Well, the Batcycle only fares a little better. You can call the Batcycle from anywhere in the Gotham City, so long as you are near a road, not in the air, and haven’t recently upset the union of nanobots that create it every time by facing 6 degrees to far away from Bruce’s grave. Once you (slowly) mount it, the controls are simple. There is a zoom button, a drift button, and a wheelie button, and everything else doesn’t matter. It isn’t exactly complicated, but it doesn’t need to be. It just needs to get you places fast.

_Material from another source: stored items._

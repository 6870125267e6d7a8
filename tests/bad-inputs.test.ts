/**
 * The catalogue of bad inputs: every model raiser cannot analyse correctly gives a clear error
 * that names the problem and where it is (a JSON path, and for file problems the line), with the
 * right kind: bad input (exit 2, ModelError) or a model that cannot be analysed as given (exit 3,
 * AnalysisError). Each case lists the message it must give.
 */
import { spawn, spawnSync } from 'node:child_process';
import { createHash } from 'node:crypto';
import { existsSync, mkdtempSync, mkdirSync, readdirSync, readFileSync, symlinkSync, truncateSync, writeFileSync } from 'node:fs';
import { hostname, tmpdir } from 'node:os';
import { fileURLToPath } from 'node:url';
import { join } from 'node:path';
import { describe, expect, it } from 'vitest';
import { AnalysisError, ModelError } from '../src/model/errors.js';
import { loadModelText } from '../src/model/load.js';
import { analyseOnMesh, prepareModel } from '../src/pipeline/analyse.js';
import { readSaved } from '../src/report/saved.js';
import { raiser } from './support/cli.js';
import { runBounded } from './support/bounded.js';
import { DXF_RECT, drawingModel, dxf, dxfLine, dxfSpline, lwPolylineCircle, manyCircles, manyFields, nestedBlocks, svgDeepGroups, svgEntityDeclarations, svgEntityExpansion, svgUseFanOut } from './support/hostile.js';

/** A valid plate with a hole: 100 x 40, clamped at x = 0, pulled at x = 100. */
function base(): any {
  return {
    title: 'catalogue base (invented)',
    material: { E: 210000, nu: 0.3, yield: 355, ultimate: 510 },
    thickness: 5,
    geometry: {
      outline: { shape: 'path', path: [{ at: [0, 0], edge: 'bottom' }, { at: [100, 0], edge: 'pull' }, { at: [100, 40], edge: 'top' }, { at: [0, 40], edge: 'held' }] },
      holes: [{ shape: 'circle', center: [50, 20], diameter: 10, name: 'bore' }],
    },
    supports: [{ type: 'fixed', on: 'held' }],
    loads: [{ type: 'traction', on: 'pull', normal: 100 }],
  };
}

const BIN = fileURLToPath(new URL('../dist/cli/raiser.js', import.meta.url));

type Case = [name: string, input: string | ((m: any) => void), kind: 'model' | 'analysis', message: RegExp];

const path = (m: any) => m.geometry.outline.path;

And it fails. It goes faster in a straight line than your grappling hook will, sure, but it still feels slow compared to how fast the Batcycle should. I mean, it’s the freakin’ Batcycle for God’s sake. And yet, it drives like my dad’s 40-year-old Harley-Davidson that he swears he is going to get around to tuning up “any day now.” And that would be forgiven, if it wasn’t for the fact that it handles in a manner I can only describe as “sludgy,” like someone coated its wheels in sewage on it’s wheels. Drifting feels heavy and inaccurate, so that you almost always over- or undershoot compared to what you want to do. It is impossible to tell what obstacles you can break, what you can wheelie over, and what will stop you in your tracks. And, worst of all, sometimes the Batcycle will slam into nothing at all, simply stopping with a bunch of loud crashing sounds, forcing you to rev back up so you can slowly reaccelerate back to your top cruising speed of “slow enough that you grandma would honk.”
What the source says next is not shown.